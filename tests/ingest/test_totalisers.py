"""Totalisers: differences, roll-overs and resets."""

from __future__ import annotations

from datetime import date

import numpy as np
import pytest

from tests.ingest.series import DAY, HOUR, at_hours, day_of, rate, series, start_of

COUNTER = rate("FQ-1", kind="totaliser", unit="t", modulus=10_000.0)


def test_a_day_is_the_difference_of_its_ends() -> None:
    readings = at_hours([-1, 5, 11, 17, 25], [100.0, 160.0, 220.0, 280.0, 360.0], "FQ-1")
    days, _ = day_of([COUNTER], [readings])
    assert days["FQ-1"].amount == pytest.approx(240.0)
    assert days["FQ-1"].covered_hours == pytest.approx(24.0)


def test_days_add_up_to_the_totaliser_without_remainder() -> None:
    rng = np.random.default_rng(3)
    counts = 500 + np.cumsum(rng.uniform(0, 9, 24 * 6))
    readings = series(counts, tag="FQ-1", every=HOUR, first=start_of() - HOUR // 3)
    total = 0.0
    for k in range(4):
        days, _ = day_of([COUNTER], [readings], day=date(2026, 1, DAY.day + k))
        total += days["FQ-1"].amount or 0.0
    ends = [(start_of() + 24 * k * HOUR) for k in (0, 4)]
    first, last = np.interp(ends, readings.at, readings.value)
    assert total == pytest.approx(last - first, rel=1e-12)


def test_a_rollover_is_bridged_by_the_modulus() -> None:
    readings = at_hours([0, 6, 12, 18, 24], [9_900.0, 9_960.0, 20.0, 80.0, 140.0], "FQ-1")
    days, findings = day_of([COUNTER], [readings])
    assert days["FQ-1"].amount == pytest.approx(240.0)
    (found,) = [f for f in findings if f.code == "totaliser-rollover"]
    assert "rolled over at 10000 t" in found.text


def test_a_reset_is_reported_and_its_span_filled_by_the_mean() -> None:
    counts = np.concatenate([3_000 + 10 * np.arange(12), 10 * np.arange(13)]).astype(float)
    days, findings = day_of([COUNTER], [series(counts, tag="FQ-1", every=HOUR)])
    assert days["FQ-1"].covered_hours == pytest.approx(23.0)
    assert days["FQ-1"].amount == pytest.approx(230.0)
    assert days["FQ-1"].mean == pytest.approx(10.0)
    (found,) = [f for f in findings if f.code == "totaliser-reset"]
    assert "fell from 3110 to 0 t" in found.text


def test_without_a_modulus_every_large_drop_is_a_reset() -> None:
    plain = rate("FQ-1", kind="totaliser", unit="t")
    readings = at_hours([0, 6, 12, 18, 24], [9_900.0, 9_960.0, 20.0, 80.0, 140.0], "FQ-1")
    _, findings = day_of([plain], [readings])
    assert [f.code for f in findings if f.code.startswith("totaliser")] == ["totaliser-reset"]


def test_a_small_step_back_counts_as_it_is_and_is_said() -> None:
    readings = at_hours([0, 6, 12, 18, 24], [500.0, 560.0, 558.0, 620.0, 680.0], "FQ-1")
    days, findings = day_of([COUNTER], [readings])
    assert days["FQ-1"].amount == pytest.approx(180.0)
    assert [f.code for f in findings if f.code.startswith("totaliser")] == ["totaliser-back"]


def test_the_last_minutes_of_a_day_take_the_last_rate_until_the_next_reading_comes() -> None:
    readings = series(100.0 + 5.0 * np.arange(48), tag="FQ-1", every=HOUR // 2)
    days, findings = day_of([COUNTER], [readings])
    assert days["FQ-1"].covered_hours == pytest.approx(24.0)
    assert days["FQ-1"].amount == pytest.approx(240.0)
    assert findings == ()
• • • •
## [REQUIRED WORK]
Reproduce all of the listing, exactly as given.

## [ANSWER SPACE]
filename tests/ingest/test_totalisers.py
"""Totalisers: differences, roll-overs and resets."""

from __future__ import annotations

from datetime import date

import numpy as np
import pytest

from tests.ingest.series import DAY, HOUR, at_hours, day_of, rate, series, start_of

COUNTER = rate("FQ-1", kind="totaliser", unit="t", modulus=10_000.0)


def test_a_day_is_the_difference_of_its_ends() -> None:
    readings = at_hours([-1, 5, 11, 17, 25], [100.0, 160.0, 220.0, 280.0, 360.0], "FQ-1")
    days, _ = day_of([COUNTER], [readings])
    assert days["FQ-1"].amount == pytest.approx(240.0)
    assert days["FQ-1"].covered_hours == pytest.approx(24.0)


def test_days_add_up_to_the_totaliser_without_remainder() -> None:
    rng = np.random.default_rng(3)
    counts = 500 + np.cumsum(rng.uniform(0, 9, 24 * 6))
    readings = series(counts, tag="FQ-1", every=HOUR, first=start_of() - HOUR // 3)
    total = 0.0
    for k in range(4):
        days, _ = day_of([COUNTER], [readings], day=date(2026, 1, DAY.day + k))
        total += days["FQ-1"].amount or 0.0
    ends = [(start_of() + 24 * k * HOUR) for k in (0, 4)]
    first, last = np.interp(ends, readings.at, readings.value)
    assert total == pytest.approx(last - first, rel=1e-12)


def test_a_rollover_is_bridged_by_the_modulus() -> None:
    readings = at_hours([0, 6, 12, 18, 24], [9_900.0, 9_960.0, 20.0, 80.0, 140.0], "FQ-1")
    days, findings = day_of([COUNTER], [readings])
    assert days["FQ-1"].amount == pytest.approx(240.0)
    (found,) = [f for f in findings if f.code == "totaliser-rollover"]
    assert "rolled over at 10000 t" in found.text


def test_a_reset_is_reported_and_its_span_filled_by_the_mean() -> None:
    counts = np.concatenate([3_000 + 10 * np.arange(12), 10 * np.arange(13)]).astype(float)
    days, findings = day_of([COUNTER], [series(counts, tag="FQ-1", every=HOUR)])
    assert days["FQ-1"].covered_hours == pytest.approx(23.0)
    assert days["FQ-1"].amount == pytest.approx(230.0)
    assert days["FQ-1"].mean == pytest.approx(10.0)
    (found,) = [f for f in findings if f.code == "totaliser-reset"]
    assert "fell from 3110 to 0 t" in found.text


def test_without_a_modulus_every_large_drop_is_a_reset() -> None:
    plain = rate("FQ-1", kind="totaliser", unit="t")
    readings = at_hours([0, 6, 12, 18, 24], [9_900.0, 9_960.0, 20.0, 80.0, 140.0], "FQ-1")
    _, findings = day_of([plain], [readings])
    assert [f.code for f in findings if f.code.startswith("totaliser")] == ["totaliser-reset"]


def test_a_small_step_back_counts_as_it_is_and_is_said() -> None:
    readings = at_hours([0, 6, 12, 18, 24], [500.0, 560.0, 558.0, 620.0, 680.0], "FQ-1")
    days, findings = day_of([COUNTER], [readings])
    assert days["FQ-1"].amount == pytest.approx(180.0)
    assert [f.code for f in findings if f.code.startswith("totaliser")] == ["totaliser-back"]


def test_the_last_minutes_of_a_day_take_the_last_rate_until_the_next_reading_comes() -> None:
    readings = series(100.0 + 5.0 * np.arange(48), tag="FQ-1", every=HOUR // 2)
    days, findings = day_of([COUNTER], [readings])
    assert days["FQ-1"].covered_hours == pytest.approx(24.0)
    assert days["FQ-1"].amount == pytest.approx(240.0)
    assert findings == ()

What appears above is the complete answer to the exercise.